Leetcode #886: Possible Bipartition
In this guide, we solve Leetcode #886 Possible Bipartition in Python and focus on the core idea that makes the solution efficient.
You will see the intuition, the step-by-step method, and a clean Python implementation you can use in interviews.
Problem Statement
We want to split a group of n people (labeled from 1 to n) into two groups of any size. Each person may dislike some other people, and they should not go into the same group.
Quick Facts
- Difficulty: Medium
- Premium: No
- Tags: Depth-First Search, Breadth-First Search, Union Find, Graph
Intuition
The data forms a graph, so we should explore nodes and edges systematically.
A traversal ensures we visit each node once while maintaining the needed state.
Approach
Build an adjacency list and traverse with BFS or DFS.

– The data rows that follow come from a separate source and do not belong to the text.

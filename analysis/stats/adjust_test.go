package stats

import (
	"math"
	"math/rand/v2"
	"slices"
	"testing"
)

// TestAdjustStatsmodels checks Holm and Benjamini–Hochberg against
// statsmodels.
//
// Independent implementation: statsmodels 0.13.5,
// statsmodels.stats.multitest.multipletests(p, method="holm")[1] and
// (p, method="fdr_bh")[1], p as below (ties, a value capped at 1);
// printed with repr. statsmodels does not accept NaN: the NaN case is
// checked by identity below.
func TestAdjustStatsmodels(t *testing.T) {
	t.Parallel()
	p := []float64{0.01, 0.04, 0.03, 0.005, 0.2, 0.04, 0.5, 0.9, 0.0001, 0.04}
	holm := []float64{0.08, 0.24, 0.21, 0.045, 0.6000000000000001, 0.24, 1.0, 1.0, 0.001, 0.24}
	bh := []float64{0.03333333333333333, 0.05714285714285715, 0.05714285714285715, 0.024999999999999998,
		0.25, 0.05714285714285715, 0.5555555555555556, 0.9, 0.001, 0.05714285714285715}
	in := slices.Clone(p)
	gh, gb := Holm(p), BenjaminiHochberg(p)
	if !slices.Equal(in, p) {
		t.Fatal("adjustment modified its input")
	}
	for i := range p {
		if !extraClose(gh[i], holm[i], 1e-15) {
			t.Errorf("Holm[%d] = %.17g, want %.17g", i, gh[i], holm[i])
		}
		if !extraClose(gb[i], bh[i], 1e-15) {
			t.Errorf("BenjaminiHochberg[%d] = %.17g, want %.17g", i, gb[i], bh[i])
		}
	}

	t.Run("nan-kept-out", func(t *testing.T) {
		// NaN entries stay NaN and do not count: the others are adjusted as
		// if the NaN were absent.
		withNaN := []float64{math.NaN(), p[0], p[1], math.NaN(), p[2], p[3], p[4], p[5], p[6], p[7], p[8], p[9], math.NaN()}
		for name, f := range map[string]func([]float64) []float64{"Holm": Holm, "BenjaminiHochberg": BenjaminiHochberg} {
			got := f(withNaN)
			want := f(p)
			k := 0
			for i, v := range withNaN {
				if math.IsNaN(v) {
					if !math.IsNaN(got[i]) {
						t.Errorf("%s: NaN at %d became %v", name, i, got[i])
					}
					continue
				}
				if got[i] != want[k] {
					t.Errorf("%s with NaN [%d] = %v, want %v", name, i, got[i], want[k])
				}
				k++
			}
		}
	})
	t.Run("properties", func(t *testing.T) {
		// For any p: adjusted ≥ raw, ≤ 1, same order as raw, BH ≤ Holm.
		src := rand.NewPCG(6, 6)
		q := make([]float64, 500)
		for i := range q {
			u := extraUniform(src)
			q[i] = u * u * u
		}
		h, b := Holm(q), BenjaminiHochberg(q)
		for i := range q {
			if h[i] < q[i] || h[i] > 1 || b[i] < q[i] || b[i] > 1 || b[i] > h[i] {
				t.Fatalf("p %v: Holm %v, BH %v out of order", q[i], h[i], b[i])
			}
			for j := range q {
				if q[i] < q[j] && (h[i] > h[j] || b[i] > b[j]) {
					t.Fatalf("not monotone: p %v < %v but Holm %v, %v; BH %v, %v", q[i], q[j], h[i], h[j], b[i], b[j])
				}
			}
		}
		// A single test is not adjusted.
		if h := Holm([]float64{0.03}); h[0] != 0.03 {
			t.Errorf("Holm(one) = %v", h)
		}
		if b := BenjaminiHochberg([]float64{0.03}); b[0] != 0.03 {
			t.Errorf("BH(one) = %v", b)
		}
		if h := Holm(nil); len(h) != 0 {
			t.Errorf("Holm(nil) = %v", h)
		}
	})
}

func benchmarkAdjust(b *testing.B, n int, f func([]float64) []float64) {
	src := rand.NewPCG(6, 6)
	p := make([]float64, n)
	for i := range p {
		p[i] = extraUniform(src)
	}
	b.ReportAllocs()
	b.ResetTimer()
	for b.Loop() {
		f(p)
	}
}

func BenchmarkHolm1e3(b *testing.B)              { benchmarkAdjust(b, 1e3, Holm) }
func BenchmarkHolm1e5(b *testing.B)              { benchmarkAdjust(b, 1e5, Holm) }
func BenchmarkHolm1e6(b *testing.B)              { benchmarkAdjust(b, 1e6, Holm) }
func BenchmarkBenjaminiHochberg1e3(b *testing.B) { benchmarkAdjust(b, 1e3, BenjaminiHochberg) }
func BenchmarkBenjaminiHochberg1e5(b *testing.B) { benchmarkAdjust(b, 1e5, BenjaminiHochberg) }
func BenchmarkBenjaminiHochberg1e6(b *testing.B) { benchmarkAdjust(b, 1e6, BenjaminiHochberg) }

Aggregate results as you visit nodes.
Steps:
- Build the graph.
- Traverse with BFS/DFS.
- Accumulate the required output.
Example
Input: n = 4, dislikes = [[1,2],[1,3],[2,4]]
Output: true
Explanation: The first group has [1,4], and the second group has [2,3].
Python Solution
class Solution:
def possibleBipartition(self, n: int, dislikes: List[List[int]]) -> bool:
def dfs(i, c):
color[i] = c
for j in g[i]:
if color[j] == c:
return False
if color[j] == 0 and not dfs(j, 3 - c):
return False
return True
g = defaultdict(list)
color = [0] * n
for a, b in dislikes:
a, b = a - 1, b - 1
g[a].append(b)
g[b].append(a)
return all(c or dfs(i, 1) for i, c in enumerate(color))
Complexity
The time complexity is O(V+E). The space complexity is O(V).
Edge Cases and Pitfalls
Watch for boundary values, empty inputs, and duplicate values where applicable. If the problem involves ordering or constraints, confirm the invariant is preserved at every step.
Summary
This Python solution focuses on the essential structure of the problem and keeps the implementation interview-friendly while meeting the constraints.